Health workers trying to stamp out an outbreak of bird flu in western India struggled yesterday to convince anxious villagers that chickens bred in their backyards must be slaughtered.
Workers in pale blue protective gear had culled about 40,000 birds by late on Thursday and were busy slaughtering another 35,000 birds, said S.M. Ali, an official in the animal husbandry department of Maharashtra state, where the outbreak occurred.
Authorities were still awaiting results of tests to determine whether chickens from the Jalgaon district of Maharashtra have the H5N1 strain of the disease.
India's first outbreak last month of H5N1 bird flu was centered in large poultry farms. But the latest outbreak has hit small backyard farms, most with less than 20 chickens.
"This time it's more difficult because teams have to find out if there are chickens in people's homes. But it's being done," Ali said. "We are using local leaders to convince villagers to give up their chickens."
Health teams were also conducting checkups to rule out flu-like symptoms in villagers living in Jalgaon and surrounding areas.
Meanwhile, Malaysia's health minister yesterday denied that a poultry farmer in Perak state had been infected with bird flu in a northern state where two outbreaks of the disease were discovered in chickens and wild birds.

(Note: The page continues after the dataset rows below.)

/**
 * The words the sections on measured levels add around their tables: a section's own caution,
 * boxed like the report's caution on page 1 (used where figures could be taken for advice —
 * fitted individual estimates, regimen proposals), and bulleted notes and flags.
 */
import { contentLeft, contentWidth, ensureSpace, font, palette, paragraph, type } from './document.ts';

/**
 * A bulleted line in small type. The page break, when one is needed, is taken before the colour
 * is set: a page PDFKit adds inside a text call starts in black, which turned a muted note black.
 */
export function bullet(doc: PDFKit.PDFDocument, text: string, color: string = palette.text): void {
  doc.font(font.regular).fontSize(type.small);
  const height = doc.heightOfString(`• ${text}`, { width: contentWidth - 4, lineGap: 1 });
  ensureSpace(doc, height + 1);
  paragraph(doc, `• ${text}`, { size: type.small, color, indent: 4, after: 1 });
}

export function drawSectionCaution(doc: PDFKit.PDFDocument, head: string, lines: readonly string[]): void {
  const pad = 8;
  const innerWidth = contentWidth - 2 * pad - 6;
  doc.font(font.bold).fontSize(type.body);
  const headHeight = doc.heightOfString(head, { width: innerWidth }) + 2;
  doc.font(font.regular).fontSize(type.body);
  const heights = lines.map((p) => doc.heightOfString(p, { width: innerWidth, lineGap: 0.5 }) + 2.5);
  const height = 2 * pad + headHeight + heights.reduce((a, b) => a + b, 0);
  ensureSpace(doc, height + 8);
  const top = doc.y;
  doc.save().rect(contentLeft, top, contentWidth, height).fillColor(palette.cautionFill).fill().restore();
  doc.save().rect(contentLeft, top, contentWidth, height).lineWidth(1.1).strokeColor(palette.caution).stroke().restore();
  doc.save().rect(contentLeft, top, 4, height).fillColor(palette.caution).fill().restore();
  let y = top + pad;
  doc.font(font.bold).fontSize(type.body).fillColor(palette.caution).text(head, contentLeft + pad + 6, y, { width: innerWidth });
  y += headHeight;
  doc.font(font.regular).fontSize(type.body).fillColor(palette.text);
  lines.forEach((p, i) => {
    doc.text(p, contentLeft + pad + 6, y, { width: innerWidth, lineGap: 0.5 });
    y += heights[i];
  });
  doc.x = contentLeft;
  doc.y = top + height + 8;
}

"I wish to stress that there have been no cases of bird flu among humans" in Malaysia, Health Minister Chua Soi Lek told reporters.

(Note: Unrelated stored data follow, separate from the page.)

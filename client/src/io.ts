/**
 * Files: save the scenario as JSON, open one back, export the curves as CSV. The saved
 * file is the scenario object itself, so nothing the form does not show is lost.
 */
import { clockTimeIso, type SimulationResultJson } from '../../models/result/result-format.ts';
import { download, slug } from './dom.ts';
import { formProblem, type ScenarioDoc } from './store.ts';

export function saveScenario(doc: ScenarioDoc): void {
  download(`${slug(doc.title, 'scenario')}.json`, `${JSON.stringify(doc, null, 2)}\n`, 'application/json');
}

export type Opened = { ok: true; doc: ScenarioDoc; name: string } | { ok: false; message: string };

export async function openScenario(file: File): Promise<Opened> {
  let text: string;
  try {
    text = await file.text();
  } catch {
    return { ok: false, message: `The file “${file.name}” could not be read.` };
  }
  let value: unknown;
  try {
    value = JSON.parse(text);
  } catch {
    return { ok: false, message: `The file “${file.name}” is not valid JSON, so it cannot be opened as a scenario.` };
  }
  const problem = formProblem(value);
  if (problem) return { ok: false, message: `The file “${file.name}” cannot be opened as a scenario: ${problem}.` };
  return { ok: true, doc: value as ScenarioDoc, name: file.name };
}

function csvField(text: string): string {
  return /[",\n]/.test(text) ? `"${text.replace(/"/g, '""')}"` : text;
}

function num(v: number | null | undefined): string {
  return v === null || v === undefined || !Number.isFinite(v) ? '' : String(v);
}

/** One row per reported time: time, then each compartment's amount and (when it has a volume) concentration. */
export function curvesCsv(result: SimulationResultJson): string {
  const u = result.units;
  const entries = Object.entries(result.compartments);
  const clock = result.clock;
  const header = [`time (${u.time})`];
  // The clock time beside each elapsed time when the scenario has a clock, as the command line's CSV.
  if (clock) header.push('clock time');
  for (const [id, s] of entries) {
    header.push(`${id} amount (${u.amount})`);
    if (s.concentration) header.push(`${id} concentration (${u.concentration})`);
  }
  const lines = [header.map(csvField).join(',')];
  for (let r = 0; r < result.times.length; r++) {
    const row = [num(result.times[r])];
    if (clock) row.push(clockTimeIso(result.times[r], clock));
    for (const [, s] of entries) {
      row.push(num(s.amount[r]));
      if (s.concentration) row.push(num(s.concentration[r]));
    }
    lines.push(row.join(','));
  }
  return `${lines.join('\n')}\n`;
}

export function exportCurves(result: SimulationResultJson): void {
  download(`${slug(result.title, 'curves')}-curves.csv`, curvesCsv(result), 'text/csv');
}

The Star newspaper reported yesterday that farmer Abdul Razak Abu Othman, whose chickens died last week from the H5N1 strain, had showed symptoms of the disease.

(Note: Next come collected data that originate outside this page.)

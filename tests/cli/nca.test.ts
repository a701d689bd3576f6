/**
 * `tidemark nca FILE`: the levels CSV read (units from the header, below-limit rows excluded and
 * named, every bad row reported by line and column), the figures the same as the core's, the
 * text, JSON and CSV forms, and the command reached through the program (server/cli.ts).
 * Kept lean: one child process, the rest in this process.
 */
import { spawnSync } from 'node:child_process';
import { mkdtempSync, readFileSync, rmSync, writeFileSync } from 'node:fs';
import { tmpdir } from 'node:os';
import { join } from 'node:path';
import { fileURLToPath } from 'node:url';
import { afterAll, describe, expect, it } from 'vitest';
import { ncaProfile } from '../../models/levels/nca.ts';
import { runNcaCli, unitOf } from '../../server/nca-cli.ts';

const root = fileURLToPath(new URL('../../', import.meta.url)).replace(/\/$/, '');
const sample = 'samples/levels-orvanix-oral.csv';
const dir = mkdtempSync(join(tmpdir(), 'tidemark-nca-cli-'));
afterAll(() => rmSync(dir, { recursive: true, force: true }));

const run = (...args: string[]) => runNcaCli(args, { folder: root });
const closing = 'NCA figures describe the levels given; they are not dosing advice.';

interface JsonOut {
  subjects: { subject: string; figures: Record<string, number | null>; flags: { figure: string; message: string }[]; excluded: { index: number; time: number }[] }[];
  summary: { subjects: number; figures: Record<string, { n: number; geometricMean: number | null; median: number | null }> };
}

describe('nca with the terminal line fixed by the user', () => {
  it('--terminal-from T takes exactly the levels at or after T, and λz is their least-squares slope of ln C (common practice)', () => {
    const o = run(sample, '--dose', '400 mg', '--terminal-from', '12', '--format', 'json');
    expect(o.code).toBe(0);
    const out = JSON.parse(o.stdout) as { subjects: { subject: string; figures: Record<string, number | null>; terminal: { times: number[]; chosenBy: string } | null }[] };
    const first = out.subjects[0];
    expect(first.terminal?.chosenBy).toBe('fixed');
    expect(first.terminal?.times).toEqual([12, 24, 36]);
    // The slope by the textbook formula Σ(t − t̄)(y − ȳ)/Σ(t − t̄)², y = ln C, on the file's own levels.
    const rows = readFileSync(join(root, sample), 'utf8').trim().split('\n').slice(1).map((l) => l.split(','));
    const pts = rows.filter((r) => r[0] === first.subject && Number(r[1]) >= 12 && r[3] === '').map((r) => [Number(r[1]), Math.log(Number(r[2]))]);
    const tm = pts.reduce((a, p) => a + p[0], 0) / pts.length;
    const ym = pts.reduce((a, p) => a + p[1], 0) / pts.length;
    const slope = pts.reduce((a, p) => a + (p[0] - tm) * (p[1] - ym), 0) / pts.reduce((a, p) => a + (p[0] - tm) ** 2, 0);
    expect(first.figures.terminalRate).toBeCloseTo(-slope, 12);
    expect(run(sample, '--terminal-from', 'soon').code).toBe(2);
  });
});

describe('nca of a scenario with an nca section', () => {
  // An invented oral drug, one dose, eight levels of one subject (Bateman function, from memory of Gibaldi & Perrier, ch. 1).
  const levelAt = (t: number) => 9 * (Math.exp(-0.08 * t) - Math.exp(-1.2 * t));
  const scenarioWith = (nca: unknown) => ({
    title: 'invented oral drug',
    compartments: [{ id: 'gut' }, { id: 'central', volume: '30 L' }],
    transfers: [{ from: 'gut', to: 'central', k: '1.2 1/h' }, { from: 'central', k: '0.08 1/h' }],
    doses: [{ into: 'gut', amount: '300 mg' }],
    output: { end: '80 h', step: '1 h' },
    observations: [1, 2, 4, 8, 12, 24, 36, 48].map((t) => ({ time: t, compartment: 'central', concentration: levelAt(t), subject: 'S1' })),
    nca,
  });
  const write = (name: string, nca: unknown) => {
    writeFileSync(join(dir, name), JSON.stringify(scenarioWith(nca)));
    return runNcaCli([name, '--format', 'json'], { folder: dir });
  };

  it('fixes the line from the section; --terminal-from overrides it; a wrong start is exit 1 with its path', () => {
    const fixed = JSON.parse(write('fixed.json', { terminal: [{ subject: 'S1', from: '24 h' }] }).stdout) as { profiles: { terminalFixed: unknown; result: { terminal: { times: number[]; chosenBy: string } } }[] };
    expect(fixed.profiles[0].terminalFixed).toEqual({ path: 'nca.terminal[0]', from: 24 });
    expect(fixed.profiles[0].result.terminal).toMatchObject({ times: [24, 36, 48], chosenBy: 'fixed' });
    const text = runNcaCli(['fixed.json', '--terminal-from', '12'], { folder: dir });
    expect(text.code).toBe(0);
    expect(text.stdout).toContain('terminal line: 4 levels at 12, 24, 36, 48 (fixed by the user from 12 h (--terminal-from))');
    const bad = write('bad.json', { terminal: [{ from: 'soon' }] });
    expect(bad.code).toBe(1);
    expect(bad.stderr).toMatch(/nca\.terminal\[0\]\.from.*'soon'/);
    // A bad option value is a usage error, as with a CSV.
    const badOption = runNcaCli(['fixed.json', '--terminal-from', 'soon'], { folder: dir });
    expect(badOption.code).toBe(2);
    expect(badOption.stderr).toMatch(/^--terminal-from expected a number with a time unit.*'soon'/);
  });
});

describe('nca on the demo levels', () => {
  it('text: a table per subject with units from the header, the excluded level named, the summary, the closing line', () => {
    const o = run(sample, '--dose', '400 mg');
    expect(o.stderr).toBe('');
    expect(o.code).toBe(0);
    for (const s of ['subject OR-01', 'subject OR-02', 'subject OR-03']) expect(o.stdout).toContain(s);
    expect(o.stdout).toMatch(/AUC0–last\s+[\d.]+\s+mg\/L·h\s/);
    expect(o.stdout).toMatch(/AUMC0–∞\s+[\d.]+\s+mg\/L·h²/);
    expect(o.stdout).toMatch(/CL\/F\s+[\d.]+\s+L\/h/);
    expect(o.stdout).toMatch(/Vz\/F\s+[\d.]+\s+L\s/);
    expect(o.stdout).toMatch(/λz\s+[\d.]+\s+1\/h/);
    expect(o.stdout).toContain('line 37 (time 36) is below the limit: excluded from every figure');
    expect(o.stdout).toContain('summary over 3 subjects');
    expect(o.stdout).toContain('extravascular (the default route)');
    expect(o.stdout.trimEnd().endsWith(closing)).toBe(true);
  });

  it('JSON: the figures are the core\'s on the same levels (the CSV read right), the summary over the three', () => {
    const o = run(sample, '--dose', '400', '--format', 'json');
    expect(o.code).toBe(0);
    const out = JSON.parse(o.stdout) as JsonOut;
    expect(out.subjects.map((s) => s.subject)).toEqual(['OR-01', 'OR-02', 'OR-03']);
    // OR-03's levels as written in the file, the 36 h row (below the limit) excluded.
    const rows = readFileSync(join(root, sample), 'utf8').split('\n').filter((l) => l.startsWith('OR-03,')).map((l) => l.split(','));
    const times = rows.map((r) => Number(r[1]));
    const concentrations = rows.map((r) => (r[2] === '' ? 0 : Number(r[2])));
    const direct = ncaProfile({ times, concentrations, excluded: [rows.length - 1], dose: { amount: 400, time: 0, route: 'extravascular' } });
    expect(out.subjects[2].figures).toEqual(direct.figures);
    expect(out.subjects[2].excluded).toEqual([{ index: rows.length - 1, time: 36 }]);
    expect(out.summary.subjects).toBe(3);
    expect(out.summary.figures.tmax.median).toBe(2);
    expect(out.summary.figures.aucInf.n).toBe(3);
  });

  it('CSV: one row per subject, units in the header; --rule linear and --interval change the figures', () => {
    const csv = run(sample, '--dose', '400 mg', '--format', 'csv', '--rule', 'linear', '--interval', '24');
    expect(csv.code).toBe(0);
    const lines = csv.stdout.trimEnd().split('\n');
    expect(lines).toHaveLength(4);
    expect(lines[0]).toContain('AUCτ [mg/L·h]');
    expect(lines[0]).toContain('Cavg [mg/L]');
    const linear = JSON.parse(run(sample, '--format', 'json', '--rule', 'linear').stdout) as JsonOut;
    const logDown = JSON.parse(run(sample, '--format', 'json').stdout) as JsonOut;
    expect(linear.subjects[0].figures.aucLast).toBeGreaterThan(logDown.subjects[0].figures.aucLast ?? Infinity);
    expect(logDown.subjects[0].figures.clearance).toBeNull();
  });
});

describe('nca refuses bad input', () => {
  it('every bad row as FILE line N, column NAME, exit 1, no stack', () => {
    const file = join(dir, 'bad.csv');
    writeFileSync(
      file,
      [
        'subject,time [h],concentration [mg/L],below limit',
        'A,0,0,',
        'A,1,-2,', // line 3: negative
        'A,two,3,', // line 4: not a number
        'A,4,1,maybe', // line 5: not yes/no
        'A,1,5,', // line 6: the time again
        'B,0,1', // line 7: a field short
        '',
        'B,2,2026-03-04T08:00,', // line 9: not a number
        'B,2026-03-04T08:00,1,', // line 10: a date-time
      ].join('\n'),
    );
    const o = runNcaCli([file], { folder: dir });
    expect(o.code).toBe(1);
    expect(o.stdout).toBe('');
    const lines = o.stderr.trimEnd().split('\n');
    // The levels reader of every levels file (observations-csv.ts): its cell problems first, then,
    // once every row reads, the problems between rows (a repeated time: the next case).
    expect(lines).toEqual([
      `${file} line 3, column concentration: -2 is negative; a measured level is 0 or more`,
      `${file} line 4, column time: 'two' is neither a number nor an ISO 8601 date-time such as 2026-03-04T08:00`,
      `${file} line 5, column below limit: 'maybe' is not yes or no`,
      `${file} line 7: 3 fields where the header has 4`,
      `${file} line 9, column concentration: '2026-03-04T08:00' is not a number (the column is in mg/L)`,
      `${file} line 10, column time: a date-time in a column with the unit [h]; remove the unit or write elapsed times`,
    ]);
    const repeated = join(dir, 'repeated.csv');
    writeFileSync(repeated, ['subject,time [h],concentration [mg/L]', 'A,0,0', 'A,1,5', 'A,1,4'].join('\n'));
    const again = runNcaCli([repeated], { folder: dir });
    expect(again.code).toBe(1);
    expect(again.stderr).toMatch(new RegExp(`^${repeated.replace(/[.*+?^${}()|[\]\\]/g, '\\$&')} line 4, column time: `, 'm'));
  });

  it('a header without time or with an unknown column; a missing file; usage errors exit 2', () => {
    const file = join(dir, 'head.csv');
    writeFileSync(file, 'subject,sampled,concentration\nA,1,2\n');
    const o = runNcaCli([file], { folder: dir });
    expect(o.code).toBe(1);
    // An unread column is only noted; the missing time column is the problem.
    expect(o.stderr).toContain(`${file} line 1, column time: no such column (the headers are subject, sampled, concentration)`);
    expect(o.stderr).not.toContain('sampled\' is not a column');
    expect(runNcaCli(['nothing.csv'], { folder: dir }).stderr).toBe("cannot read 'nothing.csv': no such file\n");
    expect(run(sample, '--dose', '400', '--route', 'infusion').code).toBe(2);
    expect(run(sample, '--dose', '-4').code).toBe(2);
    expect(run(sample, '--route', 'intravascular').stderr).toMatch(/^--route describes the dose: give --dose too/);
    expect(run(sample, '--bins', '3').stderr).toMatch(/^unknown option --bins/);
    expect(run('--help').stdout).toContain('usage: tidemark nca FILE');
  });
});

describe('units of the figures', () => {
  it('amount over a concentration in the same amount cancels (mg/(mg/L·h) = L/h); otherwise written whole', () => {
    expect(unitOf({ amount: 1, concentration: -1, time: -1 }, { amount: 'mg', concentration: 'mg/L', time: 'h' })).toBe('L/h');
    expect(unitOf({ amount: 1, concentration: -1, time: 0 }, { amount: 'mg', concentration: 'mg/L', time: 'h' })).toBe('L');
    expect(unitOf({ amount: 1, concentration: -1, time: -1 }, { amount: 'mg', concentration: 'µg/L', time: 'h' })).toBe('mg/(µg/L·h)');
    expect(unitOf({ amount: 0, concentration: 1, time: 2 }, { amount: null, concentration: 'ng/mL', time: 'min' })).toBe('ng/mL·min²');
    expect(unitOf({ amount: 0, concentration: 0, time: -1 }, { amount: null, concentration: null, time: 'd' })).toBe('1/d');
  });
});

describe('the program', () => {
  it('tidemark nca runs without the engine through server/cli.ts', () => {
    const p = spawnSync(join(root, 'node_modules/.bin/tsx'), ['server/cli.ts', 'nca', sample, '--dose', '400 mg', '--format', 'json'], { cwd: root, encoding: 'utf8', timeout: 30_000 });
    expect(p.stderr).toBe('');
    expect(p.status).toBe(0);
    const out = JSON.parse(p.stdout) as JsonOut;
    expect(out.subjects).toHaveLength(3);
  });
});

The paper said a local doctor had told the farmer that he had "a type of bird flu virus."
Chua said the report was incorrect, adding that no doctor could have come to that conclusion without proper diagnostic tests. And even if there was a suspicion of infection, the doctor would have hospitalized the patient for observation and informed higher authorities, he said.
The bird flu virus was confirmed on Wednesday in Abdul Razak's chickens and at an ecotourism resort about 100 km away.
In other developments, Israeli officials yesterday day ordered tens of thousands of turkeys destroyed as they awaited final word on whether the country has experienced its first outbreak of the H5N1 strain.
About 11,000 turkeys have died in recent days. Health Minister Yaakov Edri said there was a "very high chance that this is avian flu."